Data extract
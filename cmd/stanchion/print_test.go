package main

import (
	"bytes"
	"context"
	"os/exec"
	"path/filepath"
	"regexp"
	"strings"
	"testing"

	"github.com/stretchr/testify/assert"
	"github.com/stretchr/testify/require"
)

// printedPages returns what stands on the pages that another program prints of
// a workbook.
func printedPages(t *testing.T, path string) []string {
	t.Helper()
	pdf := office(t, path, "pdf")
	program, err := exec.LookPath("pdftotext")
	if err != nil {
		t.Skip("pdftotext is not installed")
	}
	out, err := exec.Command(program, "-layout", pdf, "-").Output()
	require.NoError(t, err)
	return strings.Split(string(out), "\f")
}

// runOf runs a command that ends with a status.
func runOf(t *testing.T, status int, args ...string) {
	t.Helper()
	var said bytes.Buffer
	con := &console{in: bytes.NewReader(nil), out: &said, err: &said}
	require.Equal(t, status, execute(context.Background(), con, args), said.String())
}

func TestChangesAreSeenOnPaper(t *testing.T) {
	path := filepath.Join(t.TempDir(), "compared.xlsx")
	runOf(t, 1, "compare", "../../examples/ottermere-depot-ordered.csv", depot, "-o", path)
	pages := printedPages(t, path)
	assert.NotContains(t, pages[0], "Result:", "the schedule prints as it did")
	line := func(pages []string, mark string) string {
		for _, p := range pages {
			if strings.Contains(p, "Result:") {
				return regexp.MustCompile(`(?m)^.*\b` + mark + `\b.*$`).FindString(p)
			}
		}
		return ""
	}
	changed := line(pages, "A1-01")
	assert.Contains(t, changed, "≠ changed", "a mark and a word beside the member's own mark")
	assert.Regexp(t, `L0 +L1`, changed, "and its levels")
	assert.Regexp(t, `N_Ed ULS1 \d+ → 1556 kN`, changed)
}

func TestThePaperIsChosen(t *testing.T) {
	if testing.Short() {
		t.Skip("another program opens what was written: long, and nothing runs side by side")
	}
	for paper, size := range map[string]string{"A4": "595.304 x 841.89", "A3": "841.89 x 1190.55"} {
		path := filepath.Join(t.TempDir(), "sized.xlsx")
		runOf(t, 0, "size", depot, "-o", path, "--set", "paper="+paper, "--quiet")
		pdf := office(t, path, "pdf")
		program, err := exec.LookPath("pdfinfo")
		if err != nil {
			t.Skip("pdfinfo is not installed")
		}
		out, err := exec.Command(program, "-l", "4", pdf).Output()
		require.NoError(t, err)
		assert.Regexp(t, `Page +4 size: +`+size, string(out), "the summary, behind the user's own sheets")
	}
}
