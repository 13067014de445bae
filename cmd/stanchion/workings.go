package main

import (
	"errors"
	"fmt"
	"strings"

	"stanchion/design"
	"stanchion/design/working"
	"stanchion/schedule"
	"stanchion/schedule/summary"
)

// workings are members with their results, whose working can be written down.
type workings struct {
	lines []summary.Line // in the order of the schedule
	run   *working.Run
}

// again prepares the members to be assessed once more.
func (w *workings) again(r *run) {
	columns, results := make([]design.Column, len(w.lines)), make([]design.Result, len(w.lines))
	for i := range w.lines {
		columns[i], results[i] = w.lines[i].Member.Column, w.lines[i].Result
	}
	set := r.engine.Settings()
	w.run = working.NewRun(r.section, &set, columns, results)
}

// sheet writes the working of a member down. The error says why there is none.
func (w *workings) sheet(i int) (*working.Sheet, error) {
	m, res := w.lines[i].Member, &w.lines[i].Result
	if len(m.Problems) > 0 {
		return nil, fmt.Errorf("%s: not read: %w", m.Column.Mark, m.Problems[0])
	}
	sheet, err := w.run.Sheet(i)
	if err != nil {
		switch note := schedule.Note(m, res); {
		case strings.Contains(note, err.Error()):
			err = errors.New(note) // a refusal: its note says all
		case note != "":
			err = fmt.Errorf("%w: %s", err, note)
		}
		return nil, fmt.Errorf("%s: %w", m.Column.Mark, err)
	}
	return sheet, nil
}
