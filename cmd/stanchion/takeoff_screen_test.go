package main

import (
	"bytes"
	"context"
	"os"
	"path/filepath"
	"testing"

	"github.com/stretchr/testify/assert"
	"github.com/stretchr/testify/require"
)

// Where a person reads the take-off on a screen, its lists stand there once.
func TestTakeoffOnAScreenSaysItsListsOnce(t *testing.T) {
	loads := filepath.Join(t.TempDir(), "loads.csv")
	require.NoError(t, os.WriteFile(loads, []byte("Mark,Length,N_Ed,Section\nC1,4,100,203x203x46 UKC\nC2,4,100,\n"), 0o666))
	for _, screen := range []bool{false, true} {
		var out, err bytes.Buffer
		con := &console{in: bytes.NewReader(nil), out: &out, err: &err, screen: screen}
		assert.Equal(t, statusNotRead, execute(context.Background(), con, []string{"takeoff", loads}))
		assert.Contains(t, out.String(), "Not counted")
		if screen {
			assert.NotContains(t, err.String(), "not counted")
		} else {
			assert.Contains(t, err.String(), "not counted: 1")
		}
	}
}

Goal of the exercise
Look through the material above for the string "NewReader" and copy each line that has it.

Answer section
	con := &console{in: bytes.NewReader(nil), out: &said, err: &said}
		con := &console{in: bytes.NewReader(nil), out: &out, err: &err, screen: screen}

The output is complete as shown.